Neil’s Christmas movie knowledge is pretty limited, but Allison’s impression had been pretty spot on, he decides, only fifteen minutes in. As the uptight businesswoman tears down a strip of tinsel someone had tacked to her office wall, Neil’s eyes begin to slip closed. It isn’t boring, per se, but he had driven all the way here, and he’s sandwiched comfortably between Matt and Nicky, a crocheted blanket draped over his lap while the fireplace burned away on the far wall. All of the main lights had been switched off in favour of the glow from the Christmas tree, and Matt’s shoulder was a warm, welcome presence beneath Neil’s cheek.
If he just closes his eyes, for a little moment…
Laughter is what finally wakes him.
Soft, rumbling, shaking the pillow beneath him.
No, not a pillow, he remembers. Matt’s shoulder.
“This is what I have to live with,” says a voice, familiar, warm, home.
“What you choose to live with,” Aaron corrects, smile dancing around his voice, and the sleep evaporates from Neil in an instant as his brain catches up with itself.
Andrew is standing a few feet from the sofa, arms folded across his chest, a tiny smile playing at his mouth. His hair is ridiculously mussed from where it’s clearly been hidden by a woollen hat and he’s wearing a chunky sweater, the kind Renee often knits for him and one she’d likely thrust upon him the second he entered.
“Andrew,” Neil says, scrambling to stand and nearly braining himself on the coffee table when his legs don’t quite get the message in time. Matt makes a soft, fond noise beside him and Allison laughs, but Neil can only focus on Andrew, Andrew, Andrew.
“Oh,” says Andrew, warm beneath Neil’s fingers as he’s folded into a long-awaited embrace, “decided to join us, have you?”
“Shut up,” Neil tells him, face tucked safely into the crook of Andrew’s neck. Then, quieter, “I missed you”
“Seems like it, sleeping beauty”
Neil grumbles. Andrew’s arms come around his back and he ghosts a secretive kiss to the bend of Neil’s jaw. They stay like that, frozen in time, a perfect Christmas cliché, until Andrew whispers, “I missed you, too”
In just a minute, someone will gasp in faux-surprise and point out the sprig of mistletoe tacked to the ceiling right above their heads. Andrew will tell the room at large to fuck off, but he’ll kiss Neil, anyway, mouth familiar and gentle, and Neil’s heart will beat in double-time. They’ll squeeze themselves into the same spot on the sofa, nestled beneath the kitschy blanket to finish the Christmas movie Renee had put in – a completely different movie to the one Neil had fallen asleep to, not that he particularly notices, with Andrew’s hand tucked safely against his own.

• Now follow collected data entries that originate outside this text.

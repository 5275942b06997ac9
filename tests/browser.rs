//! The page in real Chromium, Firefox and WebKit. A browser that is missing fails the run.
//!
//! `cargo test -p farstaff-tests --test browser -- firefox kept` runs one engine and one group of steps only. Pictures and
//! printed sheets come to lie in `browser` in cargo's target folder.

#[path = "browser/access.rs"]
mod access;
#[path = "browser/book.rs"]
mod book;
#[path = "browser/boundary.rs"]
mod boundary;
#[path = "browser/decision.rs"]
mod decision;
#[path = "browser/errors.rs"]
mod errors;
#[path = "browser/kept.rs"]
mod kept;
#[path = "browser/keyboard.rs"]
mod keyboard;
#[path = "browser/network.rs"]
mod network;
#[path = "browser/offline.rs"]
mod offline;
#[path = "browser/pictures.rs"]
mod pictures;
#[path = "browser/profile.rs"]
mod profile;
#[path = "browser/shapes.rs"]
mod shapes;
#[path = "browser/table.rs"]
mod table;

use farstaff::question::{Answer, ask};
use farstaff_tests::engine::{Browser, Engine};
use farstaff_tests::steps::{Tally, same};
use farstaff_tests::{Result, words};
use farstaff_www::serve::Server;
use farstaff_www::site::Sources;
use serde_json::json;
use std::path::PathBuf;

/// A decision as people ask for it, in the form an address carries.
pub const ASKED: &str = "distance=60+m&tolerance=3+mm&line_height=1.2+m&sky=sunny";
/// An address of which every field is wrong that can be.
pub const WRONG: &str = "distance=far&tolerance=0&line_height=-3&k=1,2,3&collimation=5+kg";

/// What every step works with. Each step starts a server of its own, and so has an origin with nothing remembered.
pub struct Stage<'a> {
    pub browser: &'a Browser,
    pub sources: &'a Sources,
    /// Folder for pictures, papers and what the browsers say.
    pub out: PathBuf,
}

impl Stage<'_> {
    /// Serves the page.
    pub fn serve(&self) -> Result<Server> {
        Server::start(self.sources.assemble().map_err(words)?, 0).map_err(words)
    }

    /// Serves the page and opens it.
    pub fn open(&self) -> Result<Server> {
        self.open_at("")
    }

    /// Serves the page and opens it at a question, with an entry where one follows.
    pub fn open_at(&self, place: &str) -> Result<Server> {
        let server = self.serve()?;
        self.browser.go(&format!("{}{place}", server.url()))?;
        self.usable()?;
        Ok(server)
    }

    /// Waits until the page can be used.
    pub fn usable(&self) -> Result<()> {
        self.browser.wait("document.documentElement.dataset.ready")
    }

    /// Waits until the decision in view is what the native code says.
    pub fn decides(&self, id: &str, entry: &str) -> Result<Answer> {
        let answer = ask(id, entry).ok_or(format!("no question {id}"))?;
        let verdict = &answer.verdict;
        let wanted = json!([verdict.word, verdict.number, verdict.sentence]);
        let shown = "['word', 'number', 'sentence'].map((id) => document.getElementById(id).textContent)";
        // A finger's tap takes effect a moment after the driver has done with it.
        let wait = self.browser.wait(&format!("JSON.stringify({shown}) === JSON.stringify({wanted})"));
        wait.or_else(|_| same(self.browser.js(&format!("return {shown}"))?, wanted))?;
        Ok(answer)
    }
}

/// A group of steps, by its name.
type Group = (&'static str, fn(&mut Tally, &Stage));

const GROUPS: [Group; 13] = [
    ("boundary", boundary::run),
    ("network", network::run),
    ("decision", decision::run),
    ("keyboard", keyboard::run),
    ("errors", errors::run),
    ("kept", kept::run),
    ("offline", offline::run),
    ("shapes", shapes::run),
    ("access", access::run),
    ("pictures", pictures::run),
    ("table", table::run),
    ("profile", profile::run),
    ("book", book::run),
];

fn main() {
    let only: Vec<String> = std::env::args().skip(1).filter(|arg| !arg.starts_with('-')).collect();
    let engines: Vec<Engine> = picked(Engine::ALL.to_vec(), |engine| only.contains(&engine.to_string()));
    let groups = picked(GROUPS.to_vec(), |(name, _)| only.iter().any(|word| word == name));
    let mut tally = Tally::default();
    let sources = farstaff_www::sources().expect("the page builds");
    let out = farstaff_www::target_dir().expect("cargo has a target folder").join("browser");
    std::fs::create_dir_all(&out).expect("the target folder can be written");
    for engine in engines {
        println!("{engine}");
        let log = out.join(format!("{engine}.log"));
        let Some(browser) = tally.step("starts", || engine.start(&log)) else { continue };
        println!("       {}", browser.version());
        let stage = Stage { browser: &browser, sources: &sources, out: out.clone() };
        for (_, run) in &groups {
            run(&mut tally, &stage);
        }
    }
    tally.end()
}

/// Those that are named, or all where none is.
fn picked<T: Clone>(all: Vec<T>, named: impl Fn(&T) -> bool) -> Vec<T> {
    let some: Vec<T> = all.iter().filter(|one| named(one)).cloned().collect();
    if some.is_empty() { all } else { some }
}
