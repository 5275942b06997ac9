//! What a test starts dies with it.

use farstaff_tests::child::{Child, Scratch};
use std::process::Command;
use std::time::{Duration, Instant};

/// How many programs run that hold this word in their command line.
fn running(word: &str) -> usize {
    let programs = std::fs::read_dir("/proc").expect("Linux").flatten();
    programs
        .filter(|program| std::fs::read(program.path().join("cmdline")).is_ok_and(|line| holds(&line, word)))
        .count()
}

fn holds(line: &[u8], word: &str) -> bool {
    line.split(|byte| *byte == 0).any(|argument| argument == word.as_bytes())
}

fn wait_for(count: usize, word: &str) {
    let start = Instant::now();
    while running(word) != count {
        assert!(start.elapsed() < Duration::from_secs(10), "{} run, wanted {count}", running(word));
        std::thread::sleep(Duration::from_millis(10));
    }
}

#[test]
fn a_child_dies_with_the_children_it_has() {
    let scratch = Scratch::new("child").expect("a folder");
    // The time is the mark by which they are found.
    let time = format!("600.{}", std::process::id());
    let mut nest = Command::new("sh");
    nest.args(["-c", "sleep $0 & sleep $0; true", &time]);
    let child = Child::start(&nest, &scratch.0.join("log")).expect("it starts");
    // The guard, the shell and its two children.
    wait_for(4, &time);
    drop(child);
    wait_for(0, &time);
}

They’ll drink mulled wine and eat sugar cookies, sit in a circle by the fire to trade gifts, little pieces of sentiment that will travel back home to their own little corners of the earth. Kevin will get ahold of Wymack on Skype, a system he’s still getting to grips with, and he’ll tell them they’re all little shits despite his warm, watery eyes.
Neil will stay there, nestled between Andrew and Matt, watching the sun go down through the frosted bay windows, reminiscing with his family until his eyes begin to droop again. They will, all of them, the Foxes, get the Christmas they deserve, with a family they never thought they’d have, and a peace they’d fought tooth and nail for.